# Gauss-Jordan Elimination to solve for variables

I have the following linear system:

$$x + 2y - 3z = 4$$ $$3x - y + 5z = 2$$ $$4x + y + (s^2 - 14)z = s+2$$

Im trying to solve for $s$ to figure out how many solutions it has (if any).

I know how to implement Gauss-Jordan Elimination on matrices without variables but any help on how to go about solving this?

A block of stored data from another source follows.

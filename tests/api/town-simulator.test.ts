import http from 'node:http';
import type { AddressInfo } from 'node:net';
import { QueryTypes } from 'sequelize';
import { describe, expect, it } from 'vitest';
import { TownReporter, planTown, seedTown, type SeededNode } from '../../server/tools/simulateTown';
import { postReports, useApi } from '../helpers/api';

const NO_FAULTS = { powerCutEveryS: 0, powerCutS: 0, flakyShare: 0 };

describe('the town simulator', () => {
  const ctx = useApi({ ingestRateLimitPerMin: 100_000 });
  const plan = planTown(260); // two neighbourhoods: 250 and 10 nodes
  let seeded: SeededNode[];

  it('writes the town as inventory: nodes, one uplink per neighbourhood, a live backhaul link from each node to its parent', async () => {
    seeded = await seedTown(ctx.sequelize, plan);
    expect(seeded).toHaveLength(260);
    const [row] = await ctx.sequelize.query<{ nodes: string; uplinks: string; hoods: string; links: string; tokens: string }>(
      `SELECT (SELECT count(*) FROM nodes) AS nodes, (SELECT count(*) FROM nodes WHERE is_uplink) AS uplinks,
              (SELECT count(*) FROM neighbourhoods) AS hoods, (SELECT count(*) FROM links WHERE status = 'live') AS links,
              (SELECT count(*) FROM node_tokens WHERE revoked_at IS NULL) AS tokens`,
      { type: QueryTypes.SELECT },
    );
    expect(row).toEqual({ nodes: '260', uplinks: '2', hoods: '2', links: '258', tokens: '260' });
    // Each link joins the parent's backhaul AP to the child's backhaul client, as the plan says.
    const links = await ctx.sequelize.query<{ parent: string; child: string; aRole: string; bRole: string }>(
      `SELECT na.name AS parent, nb.name AS child, ra.role AS "aRole", rb.role AS "bRole"
         FROM links l JOIN radios ra ON ra.id = l.radio_a_id JOIN nodes na ON na.id = ra.node_id
         JOIN radios rb ON rb.id = l.radio_b_id JOIN nodes nb ON nb.id = rb.node_id`,
      { type: QueryTypes.SELECT },
    );
    const parentOf = new Map(links.map((l) => [l.child, l.parent]));
    for (const n of plan.nodes.filter((x) => x.parent !== null)) expect(parentOf.get(n.name)).toBe(plan.nodes[n.parent!].name);
    expect(new Set(links.map((l) => `${l.aRole}>${l.bRole}`))).toEqual(new Set(['backhaul-ap>backhaul-client']));
  });

  it('a second seeding reuses the same nodes and revokes the tokens it handed out before', async () => {
    const again = await seedTown(ctx.sequelize, plan);
    expect(again.map((n) => n.id)).toEqual(seeded.map((n) => n.id));
    const report = { seq: 1, sentAt: new Date().toISOString() };
    expect((await postReports(ctx, seeded[5].token, report)).status).toBe(401);
    expect((await postReports(ctx, again[5].token, report)).status).toBe(202);
    const [{ n }] = await ctx.sequelize.query<{ n: string }>('SELECT count(*) AS n FROM links', { type: QueryTypes.SELECT });
    expect(n).toBe('258');
    seeded = again;
  });

  it('every node reports over HTTP with its own token, and every accepted report is stored', async () => {
    await ctx.sequelize.query('TRUNCATE heartbeats');
    const server = http.createServer(ctx.app).listen(0, '127.0.0.1');
    await new Promise((r) => server.once('listening', r));
    const url = `http://127.0.0.1:${(server.address() as AddressInfo).port}`;
    const statuses: number[] = [];
    const reporter = new TownReporter(url, plan, seeded, (r) => statuses.push(r.status), NO_FAULTS, 5);
    try {
      reporter.start();
      const deadline = Date.now() + 150_000; // a busy machine: wait on the count, not on a fixed time
      while (reporter.counts.accepted < 260 && Date.now() < deadline) await new Promise((r) => setTimeout(r, 100));
    } finally {
      await reporter.stop();
      await new Promise((r) => server.close(r));
    }
    expect(reporter.counts.accepted).toBeGreaterThanOrEqual(260);
    expect(new Set(statuses)).toEqual(new Set([202]));
    const [row] = await ctx.sequelize.query<{ rows: string; nodes: string; radios: string }>(
      `SELECT (SELECT count(*) FROM heartbeats) AS rows, (SELECT count(DISTINCT node_id) FROM heartbeats) AS nodes,
              (SELECT count(*) FROM heartbeat_radio_rows) AS radios`,
      { type: QueryTypes.SELECT },
    );
    expect(Number(row.rows)).toBe(reporter.counts.accepted);
    expect(Number(row.nodes)).toBe(260);
    expect(Number(row.radios)).toBeGreaterThanOrEqual(260 * 2);
  }, 180_000);
});
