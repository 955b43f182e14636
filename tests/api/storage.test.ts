import { QueryTypes } from 'sequelize';
import { describe, expect, it } from 'vitest';
import { applyRetention, ensurePartitions, rollUp } from '../../server/jobs/heartbeatStorage';
import { ingestReports } from '../../server/services/heartbeatIngest';
import { nodeForToken, rotateToken } from '../../server/services/ingestTokens';
import { useApi } from '../helpers/api';
import { buildNode } from '../helpers/factories';

const partitionsOf = async (ctx: ReturnType<typeof useApi>, table: string) =>
  (
    await ctx.sequelize.query<{ name: string }>(
      `SELECT c.relname AS name FROM pg_inherits i JOIN pg_class c ON c.oid = i.inhrelid JOIN pg_class p ON p.oid = i.inhparent
       WHERE p.relname = $1 ORDER BY 1`,
      { bind: [table], type: QueryTypes.SELECT },
    )
  ).map((r) => r.name);

describe('heartbeat storage upkeep', () => {
  const ctx = useApi();

  it('creates daily partitions ahead for the raw reports, and reports land in their day’s partition', async () => {
    const now = new Date('2031-03-10T12:00:00Z');
    await ensurePartitions(ctx.sequelize, now, 3);
    const parts = await partitionsOf(ctx, 'heartbeats');
    expect(parts).toEqual(expect.arrayContaining(['heartbeats_p20310309', 'heartbeats_p20310310', 'heartbeats_p20310313']));
    const node = await buildNode();
    const token = await rotateToken(ctx.sequelize, node.id, now);
    const reports = [{ seq: 1, sentAt: now.toISOString(), radios: [{ iface: 'wlan0', signalDbm: -60 }] }];
    await ingestReports(ctx.sequelize, ctx.config, (await nodeForToken(ctx.sequelize, token))!, reports, now);
    const [row] = await ctx.sequelize.query<{ part: string }>(`SELECT tableoid::regclass::text AS part FROM heartbeats WHERE node_id = $1`, {
      bind: [node.id],
      type: QueryTypes.SELECT,
    });
    expect(row.part).toBe('heartbeats_p20310310');
    // Running it again changes nothing.
    await ensurePartitions(ctx.sequelize, now, 3);
    expect(await partitionsOf(ctx, 'heartbeats')).toEqual(parts);
  });

  it('rolls reports up into 5-minute and hourly buckets with min/avg/max and availability', async () => {
    const node = await buildNode();
    const start = new Date('2031-04-01T10:00:00Z');
    await ensurePartitions(ctx.sequelize, start, 1);
    const token = await rotateToken(ctx.sequelize, node.id, start);
    const tokenNode = (await nodeForToken(ctx.sequelize, token))!;
    // Four reports in the 10:00–10:05 bucket of a node expected every 60 s (5 expected): 80 % availability.
    const signals = [-60, -62, -64, -70];
    for (const [i, signalDbm] of signals.entries()) {
      const at = new Date(start.getTime() + i * 60_000);
      const reports = [{ seq: i + 1, sentAt: at.toISOString(), throughputMbps: 10 * (i + 1), radios: [{ iface: 'wlan0', signalDbm, noiseDbm: -95 }] }];
      await ingestReports(ctx.sequelize, ctx.config, { ...tokenNode, lastSeq: i ? String(i) : null }, reports, at);
    }
    await rollUp(ctx.sequelize, new Date('2031-04-01T10:06:00Z'), 300);
    const [b] = await ctx.sequelize.query<Record<string, number>>(
      `SELECT reports, expected_reports, availability_pct, signal_min_dbm, signal_avg_dbm, signal_max_dbm, snr_min_db, throughput_avg_mbps
         FROM heartbeat_rollups WHERE node_id = $1 AND bucket_s = 300 AND bucket_start = '2031-04-01T10:00:00Z'`,
      { bind: [node.id], type: QueryTypes.SELECT },
    );
    expect(b).toEqual({
      reports: 4,
      expected_reports: 5,
      availability_pct: 80,
      signal_min_dbm: -70,
      signal_avg_dbm: -64,
      signal_max_dbm: -60,
      snr_min_db: 25,
      throughput_avg_mbps: 25,
    });
    await rollUp(ctx.sequelize, new Date('2031-04-01T11:00:00Z'), 3600, 1);
    const [h] = await ctx.sequelize.query<{ reports: number; availability_pct: number }>(
      `SELECT reports, availability_pct FROM heartbeat_rollups WHERE node_id = $1 AND bucket_s = 3600 AND bucket_start = '2031-04-01T10:00:00Z'`,
      { bind: [node.id], type: QueryTypes.SELECT },
    );
    expect(h.reports).toBe(4);
    expect(h.availability_pct).toBeCloseTo((100 * 4) / 60, 6);
  });

  it('drops raw partitions past retention and deletes old roll-ups, keeping recent ones', async () => {
    const old = new Date('2030-01-01T12:00:00Z');
    await ensurePartitions(ctx.sequelize, old, 0);
    expect(await partitionsOf(ctx, 'heartbeats')).toContain('heartbeats_p20300101');
    const node = await buildNode();
    await ctx.sequelize.query(
      `INSERT INTO heartbeat_rollups (node_id, bucket_s, bucket_start, reports, expected_reports, availability_pct)
       VALUES ($1, 3600, '2029-01-01T00:00:00Z', 1, 60, 1.7), ($1, 3600, '2029-12-31T00:00:00Z', 60, 60, 100)`,
      { bind: [node.id] },
    );
    const dropped = await applyRetention(ctx.sequelize, new Date('2030-01-20T00:00:00Z'), 14, 300);
    expect(dropped).toEqual(expect.arrayContaining(['heartbeats_p20300101']));
    expect(await partitionsOf(ctx, 'heartbeats')).not.toContain('heartbeats_p20300101');
    expect(await partitionsOf(ctx, 'heartbeats')).toContain('heartbeats_p20310310'); // future ones stay
    const left = await ctx.sequelize.query<{ bucket_start: Date }>('SELECT bucket_start FROM heartbeat_rollups WHERE node_id = $1', {
      bind: [node.id],
      type: QueryTypes.SELECT,
    });
    expect(left.map((r) => new Date(r.bucket_start).toISOString())).toEqual(['2029-12-31T00:00:00.000Z']);
  });
});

• By implementing you mean Matlab/Mathematica/Excel... implementing? Commented Jan 22, 2014 at 9:44
• @Dmoreno Whoops, I mean I know how use Gauss-Jordan Elimination to get the reduced row echelon form for matrices without variables Commented Jan 22, 2014 at 9:46
• Ok. Notice that, if you put your system as $M \mathbf{x} = \mathbf{v}$, then $|M| = 112-7s^2$, which vanishes if $s = \pm 4$ and therefore there is no solution for the system. Everywhere else you can use GJ elimination as usual. If you are still stuck , let me know. Cheers! Commented Jan 22, 2014 at 9:50
• If the determinant vanishes there may either be no solutions or infinitely many. In fact in this problem $s=4$ leads to infinitely many solutions while $s=-4$ leads to no solutions. Commented Jan 22, 2014 at 9:58
• Sorry, I should have said the system has not unique solution. In fact, when $s=4$ the 3rd row becomes the sum of the first two others so the system becomes underdetermined. Thanks for the correction @coffeemath. Commented Jan 22, 2014 at 10:14

First we eliminate the first terms taking 3 of the first row from the second and 4 of the first row from the third, to get $$x+2y-3z=4$$ $$-7y+14z=-10$$ $$-7y+(s^{2}-2)z=s-14$$
Then we simply take 1 of the new second row from the new third row, and our transformed system is just $$x+2y-3z=4$$ $$-7y+14z=-10$$ $$(s^{2}-16)z=s-4$$
If $s=+4$, the last equation becomes $0=0$ and your set is underdetermined, with solution $$x=z+\frac{20}{7}, \quad y=2z+\frac{10}{7}$$ for any $z$. The solutions lie on a line.
If $s=-4$, the last equation becomes $0=-8$, and your set is overdetermined, with no solution.
If $s$ is any other value, then simply $z=\frac{1}{s+4}$ and the other variables can be found by back-substitution. This solution is unique.